При всем этом появляется соблазн для утверждения, будто простой народ в Китае обычно проявлял большое равнодушие к политическим событиям и даже ученые люди зачастую чурались сражений, которыми сопровождалась смена династий. Опять же во времена «милитаристского» периода в XX столетии китайские солдаты шли в бой без большого воодушевления, если вообще их удавалось подвигнуть на ратный подвиг, и без особых на то усилий поддавались на уговоры сдаться, соблазненные весьма умеренным подкупом.
Так оно на самом деле и случалось. Но заключать из этого, как решили многие сторонние наблюдатели, будто китайцы не знают никакого патриотического чувства и знать не хотят, что же происходит с их страной, означает глубочайшее заблуждение. Конфуцианским догматом предусматривается такое положение, что достойный своего титула правитель должен поручать фактическое управление страной своим министрам, подобранным с таким расчетом, чтобы вести дело согласно проверенным временем канонам. Кое-кто из китайцев и даже среди ученых проявляли известную безучастность к тому, кто у них занимал престол. Однако они всегда требовали того, чтобы управление государством осуществлялось в соответствии с традиционным укладом, к которому даже иноземным завоевателям приходилось приспосабливаться.
Если китайцы зачастую проявляли полное равнодушие к политике, их всегда отличала, судя по имеющимся летописям, пламенная и неиссякаемая национальная гордость, далеко превосходившая национальную гордость остальных народов. В Париже, Сан-Франциско или Сингапуре китаец остается китайцем, сколько бы поколений его предков ни жило в этих городах. Даже вдали от родины китаец по своей сути не меняется совершенно.
На протяжении нескольких тысячелетий такая гордость и обособленность от остальных главных центров древнейшей цивилизации послужили для китайцев основанием для того, чтобы считать себя, несомненно, самым культурным и умным, а также во всех отношениях самым способным из всех народов планеты. Такое предположение не подвергалось ни малейшему серьезному сомнению практически до середины XIX века, когда Китай потерпел поражение в войне с Западом, после которой начался процесс попрания его суверенитета через заключение позорных договоров с победителями.
Все происходившие тогда внутри вековечной политической системы Китая, не представлявшей никакого интереса для среднестатистического китайца, события выглядят вполне закономерными. Тем более что они представляли смертельную угрозу государству и даже китайской нации как таковой. Можно себе представить реакцию гордого народа, когда в городских парках Шанхая появились объявления: «Китайцам и собакам вход запрещен!» Любезному читателю представить такое трудно. Тогда предлагаю ему вообразить реакцию американцев или британцев на предупреждения: «Американцам и собакам вход запрещен» в Центральный парк Нью-Йорка или «Британцам и собакам вход запрещен» в Сады Кью (Ботанический сад в Лондоне).

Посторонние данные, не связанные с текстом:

/// A loss group offered direct Poisson traffic of which some follows a peak
/// profile: Erlang B of the average load for the whole period, and of each
/// interval's own load (a stationary approximation that ignores the lag of
/// calls in progress), and the modified offered load per interval, so the report shows how far the peak moves from them.
/// Interval rates come from [`window_rate`] alone.
fn profile_group(col: &mut Column, g: usize) {
    let model = col.model;
    let grp = &model.groups[g];
    let Some(users) = profiled_loss_users(model, g) else {
        return;
    };
    let n = grp.servers;
    let length = model.plan.length_s;
    let load =
        |t0: f64, t1: f64| window_load(users.iter().map(|&(s, _)| &model.streams[s]), t0, t1);
    if let Ok(b) = erlang_b::blocking(n, load(0.0, length)) {
        for &(s, _) in &users {
            col.stream(s, Figure::Loss, "Erlang B, average load", b);
        }
        col.group(g, Figure::TimeCongestion, "Erlang B, average load", b);
    }
    let width = model.plan.interval_s.unwrap_or(length);
    let mol = modified_offered_load(model, g, &users);
    for bin in 0..model.plan.interval_count() {
        let t0 = bin as f64 * width;
        let t1 = (t0 + width).min(length);
        let Ok(b) = erlang_b::blocking(n, load(t0, t1)) else {
            continue;
        };
        match &mol {
            // The stream's loss gets the reference that follows the lag of
            // calls in progress; the stationary value of the interval's
            // load moves to the group's time congestion (the same share
            // for Poisson arrivals), so both stay in view.
            Some(mol) => {
                for (i, &(s, _)) in users.iter().enumerate() {
                    col.stream_interval(bin, s, Figure::Loss, MOL, mol[bin].loss[i]);
                }
                col.group_interval(bin, g, Figure::TimeCongestion, INTERVAL_LOAD, b);
            }
            None => {
                for &(s, _) in &users {
                    col.stream_interval(bin, s, Figure::Loss, INTERVAL_LOAD, b);
                }
            }
        }
    }
}

/// Label of the stationary per-interval reference.
const INTERVAL_LOAD: &str = "Erlang B, interval load";

/// Label of the modified-offered-load reference.
const MOL: &str = "Erlang B, modified offered load (approx.)";

/// The modified-offered-load reference of one reporting interval.
struct MolInterval {
    /// Per user of the group (in `users` order): calls lost over calls
    /// offered in the interval, `∫ λ_s E_N(m) dt / ∫ λ_s dt`.
    loss: Vec<f64>,
}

Напрашивается уточнение (вряд ли убедительное для китайца), мол, Шанхай не был китайским городом. Только вот иноземное влияние, если не господство вообще, распространилось до самого сердца Поднебесной. Государственная почтовая служба находилась по большому счету под присмотром иностранцев, а во многих городах Китая стояли гарнизоны иноземных войск. По всему миру люди вполне открыто обсуждали сроки раздела территории Китая между западными державами.
Если изначально китайцы политикой не интересовались, то в новых обстоятельствах они ею занялись вплотную. На протяжении целого столетия здравомыслящие китайцы занимались все с большим рвением и обидой проблемой восстановления чести и самостоятельности Китая в окружавшем его мире. В силу обстоятельств главную роль в этой борьбе сыграло не ученое сословие, а народ Китая.
Такое впечатление возникло у автора настоящего труда с особой силой в ходе поездки в 1935 году по Северному Китаю, посвященной осмотру археологических памятников. Японцы овладели к тому времени территорией Маньчжурии, но все еще рассчитывали на захват новых китайских земель. Повсеместно, как в зоне самой японской оккупации, так и далеко за ее пределами, люди, с которыми пришлось побеседовать, с большой тревогой говорили об угрозе, нависшей над китайской нацией. Среди собеседников нашлись не только представители ученого сословия, но и погонщики ослов, лодочники, земледельцы и владельцы постоялых дворов.